Tata Group-owned Air India, under its new chief executive officer and managing director Campbell Wilson, is optimising its domestic strategy under which the carrier is “densifying” its presence on metro-to-metro routes and exiting from unviable ones, Business Standard has learnt.
Wilson took charge on July 25.
Air India has increased its flights on metro-to-metro routes such as Delhi-Mumbai, Delhi-Bengaluru, Mumbai-Chennai, Mumbai-Bengaluru, and Hyderabad-Mumbai between June and November this year.
The carrier this month started flights between Hyderabad and Chennai.
Under Wilson, the carrier has stopped flights on eight routes — Delhi-Ranchi, Delhi-Raipur, Delhi-Nagpur, Aizawl-Imphal, Bhopal-Pune, Kolkata-Dibrugarh, Kolkata-Dimapur, and Kolkata-Jaipur — where it was finding it difficult to make profits either due to low demand or intense competition, Air India officials said.
On the Delhi-Nagpur route in June, Air India’s 14 weekly services were competing with IndiGo’s 58 and Go First’s 14.
On the Delhi-Raipur route in the same month, Air India’s 14 weekly flights were pitted against IndiGo’s 62 and Vistara’s 28, according to aviation analytics firm Cirium’s data.
On the Delhi-Ranchi route, Air India was a bit player, its officials said.
AirAsia India, IndiGo, Go First, and Vistara operated 44, 32, 28, and 28 weekly flights, respectively, in June whereas Air India operated 14.
Ameya Joshi, aviation analyst and founder of aviation blog “Network Thoughts”, said: “Airline profitability is a sum of profitable routes it operates on.
“It always makes more sense to have a dense presence on metro routes than have a thin presence across multiple routes.”
“An FSC (full-service carrier) primarily will look for metro to metro, which sees frequent fliers and a large volume, rather than develop new markets or hold on to loss-making ones,” Joshi added.

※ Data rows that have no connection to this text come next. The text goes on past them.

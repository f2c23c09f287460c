/*
** io/crs.c -- placeholder until the PROJ-based CRS module lands.
*/
#include <string.h>
#include "ioInt.h"

st_status st_crs_to_wgs84(const char *source, const char *file, st_diags *diags,
                          st_crs_transform **out)
{
    (void)source;
    *out = NULL;
    st_loc loc = ST_LOC_FILE(file);
    return st_diags_add(diags, ST_SEV_ERROR, ST_ERR_PROJ, &loc, "reprojection is not built yet");
}
st_status st_crs_apply(st_crs_transform *t, double *xy, size_t n, size_t *failed)
{
    (void)t; (void)xy; (void)n; *failed = 0; return ST_OK;
}
const char *st_crs_name(const st_crs_transform *t) { (void)t; return "?"; }
void st_crs_free(st_crs_transform *t) { (void)t; }
int st_crs_is_wgs84(const char *def) { return strstr(def, "4326") || strstr(def, "CRS84"); }
char *st_crs_identify(const char *def) { return st_strdup(def); }
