/* Column list: the integer primary key (Req 29) and the geometry column
** are not attributes; every other column is a field, in table order. */
static st_status read_columns(st_reader *r, gpkg_reader *g, st_buf *select)
{
    sqlite3_stmt *s = NULL;
    st_status rc = prepare(r,
        "SELECT name, type, pk, (SELECT count(*) FROM pragma_table_info(?1) "
        "WHERE pk > 0) FROM pragma_table_info(?1)", &s, "reading the table's columns");
    if (rc != ST_OK)
        return rc;
    sqlite3_bind_text(s, 1, g->table, -1, SQLITE_STATIC);
    st_buf fid, fields;
    st_buf_init(&fid, 0);
    st_buf_init(&fields, 0);
    int step = SQLITE_DONE, has_geom = 0, ncols = 0;
    while (rc == ST_OK && (step = sqlite3_step(s)) == SQLITE_ROW) {
        const char *name = (const char *)sqlite3_column_text(s, 0);
        const char *decl = (const char *)sqlite3_column_text(s, 1);
        int pk = sqlite3_column_int(s, 2), npk = sqlite3_column_int(s, 3);
        ncols++;
        if (!name)
            continue;
        if (strcasecmp(name, g->geom_column) == 0) {
            has_geom = 1;
            continue;
        }
        if (pk == 1 && npk == 1 && decl && strcasecmp(decl, "INTEGER") == 0) {
            rc = st_gpkg_quote_ident(&fid, name);
            continue;
        }
        int width;
        st_field_type type = field_type_of(decl, &width);
        char *clean = st_utf8_sanitize(name, strlen(name));
        rc = clean ? st_fields_add(&r->fields, clean, type, width, 0, NULL) : ST_ERR_NOMEM;
        st_free(clean);
        if (rc == ST_OK)
            rc = st_buf_puts(&fields, ", ");
        if (rc == ST_OK)
            rc = st_gpkg_quote_ident(&fields, name);
    }
    if (rc == ST_OK && step != SQLITE_DONE)
        rc = sql_fail(r, step, -1, "reading the table's columns");
    sqlite3_finalize(s);
    if (rc == ST_OK && ncols == 0)
        rc = st_reader_fail(r, ST_ERR_FORMAT, -1,
                            "table '%s' named in gpkg_contents does not exist", g->table);
    else if (rc == ST_OK && !has_geom)
        rc = st_reader_fail(r, ST_ERR_FORMAT, -1,
                            "table '%s' has no column '%s' (named in gpkg_geometry_columns)",
                            g->table, g->geom_column);
    /* SELECT fid, geom, fields... ORDER BY fid; a table without an integer
    ** key (against Req 29) is read in storage order without source ids. */
    g->has_fid = fid.len > 0;
    if (rc == ST_OK)
        rc = st_buf_printf(select, "SELECT %s, ", g->has_fid ? fid.data : "NULL");
    if (rc == ST_OK)
        rc = st_gpkg_quote_ident(select, g->geom_column);
    if (rc == ST_OK && fields.len)
        rc = st_buf_puts(select, fields.data);
    if (rc == ST_OK)
        rc = st_buf_puts(select, " FROM ");
    if (rc == ST_OK)
        rc = st_gpkg_quote_ident(select, g->table);
    if (rc == ST_OK && !(g->head = st_strdup(select->data)))
        rc = ST_ERR_NOMEM;
    if (rc == ST_OK && !(g->fid_col = st_strdup(g->has_fid ? fid.data : "")))
        rc = ST_ERR_NOMEM;
    if (rc == ST_OK && g->has_fid)
        rc = st_buf_printf(select, " ORDER BY %s", fid.data);
    st_buf_free(&fid);
    st_buf_free(&fields);
    return rc;
}
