typedef struct gpkg_batch {
    size_t first;           /* row number of the first row */
    size_t count;           /* rows prepared */
    size_t cap;             /* rows the arrays hold */
    st_status rc;           /* ST_OK, or why row first + count was not */
    int fault;              /* FAULT_*, with rc */
    uint64_t fault_index;   /* the feature's index, for the message */
    st_geom_type fault_type;
    gpkg_cell *cells;       /* cap * ncells, owned */
    double *env;            /* 4 per row: minx, miny, maxx, maxy */
    unsigned char *has_env; /* per row */
    st_buf bytes;           /* blobs and texts of the rows, owned */
    size_t seq;             /* ring: the batch this slot is for */
    int ready;              /* ring: prepared, waiting to be inserted */
} gpkg_batch;

typedef struct gpkg_layer {
    char *table;                /* owned */
    int has_geom;
    st_geom_type declared;
    uint32_t nfields;
    st_field_type *types;       /* owned, one per field */
    sqlite3_stmt *insert;
    double extent[4];           /* minx, miny, maxx, maxy */
    int has_extent;
    uint64_t written;
    size_t ncells;              /* parameters of a row: geom (if any) + fields */
    sqlite3_stmt *insert_many;  /* 'many' rows in one statement, or NULL */
    size_t many;
    gpkg_batch one;             /* st_writer_write's row, once prepared */
    st_gpkg_box *boxes;         /* owned: the R-tree entries so far */
    size_t nboxes, capboxes;
} gpkg_layer;

typedef struct gpkg_writer {
    sqlite3 *db;
    int failed;                 /* an SQLite call failed: file unusable */
    int in_layer;
    gpkg_layer layer;
    st_buf blob;                /* reused for every geometry */
} gpkg_writer;

static const char *const gpkg_extensions_list[] = {".gpkg", NULL};

/* The GeoPackage extensions table (the R-tree extension is registered in it),
** after the core tables of io/gpkg_core.c. */
static const char extensions_sql[] =
    "CREATE TABLE gpkg_extensions (table_name TEXT, column_name TEXT, "
    "extension_name TEXT NOT NULL, definition TEXT NOT NULL, scope TEXT NOT NULL, "
    "CONSTRAINT ge_tce UNIQUE (table_name, column_name, extension_name))";

/* ---- SQLite helpers -------------------------------------------------------- */

static st_status sql_error(st_writer *w, int code, const char *doing)
{
    gpkg_writer *g = w->impl;
    g->failed = 1;
    if ((code & 0xff) == SQLITE_NOMEM)
        return ST_ERR_NOMEM;
    return st_writer_fail(w, ST_ERR_IO, "SQLite error while %s: %s", doing,
                          g->db ? sqlite3_errmsg(g->db) : sqlite3_errstr(code));
}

An FSC’s profit largely comes from its front cabins (business class and premium economy class).
“It is much easier to fill the front cabins on metro-to-metro routes.
“An FSC finds it easier to fill even economy class seats at viable fares on metro-to-metro routes due to high demand,” an Air India official noted.
In an internal document dated October 10, Air India said it had embarked on “network optimisation”, under which it was taking “initiatives to consolidate presence in domestic markets and densify metro-to-metro presence”.
Business Standard has reviewed the document.
Air India did not respond to queries sent by the paper.
The carrier has benefited from the fact that other airlines such as IndiGo, Go First, and SpiceJet have reduced their service on these routes because some of their planes are grounded owing to engine supply delays, maintenance, or financial constraints.
India’s busiest air route is Delhi-Mumbai, on which there are 699 flights a week.
Three carriers — Go First, IndiGo, and SpiceJet — have reduced flights on this route while AirAsia India exited it after June.
However, Air India increased its weekly flights from 98 in June to 136 in November.
Go First, which used to operate 14 services per week on the Hyderabad-Mumbai route in June, quit it in October.
On the other hand, Air India this month doubled its flights there to 28.
IndiGo reduced its service on the Delhi-Bengaluru, Mumbai-Chennai, and Mumbai-Bengaluru routes between June and November.
Air India under Wilson has significantly increased flights on routes such as Delhi-Amritsar, Delhi-Ahmedabad, Delhi-Lucknow, Delhi-Pune, and Kolkata-Guwahati.
On Kolkata-Dibrugarh, Kolkata-Dimapur and Kolkata-Jaipur, Air India and the country’s largest airline, IndiGo, were in direct competition in June this year.
IndiGo, being a budget carrier, is able to offer much lower fares than Air India.
Air India and IndiGo used to operate eight and 26 weekly flights, respectively, in June on the Kolkata-Dibrugarh route.
On the Kolkata-Dimapur route, Air India and IndiGo were operating six and 20 flights a week, respectively, in June.
On the Kolkata-Jaipur route, Air India and IndiGo were operating six and 43 services per week, respectively, in June.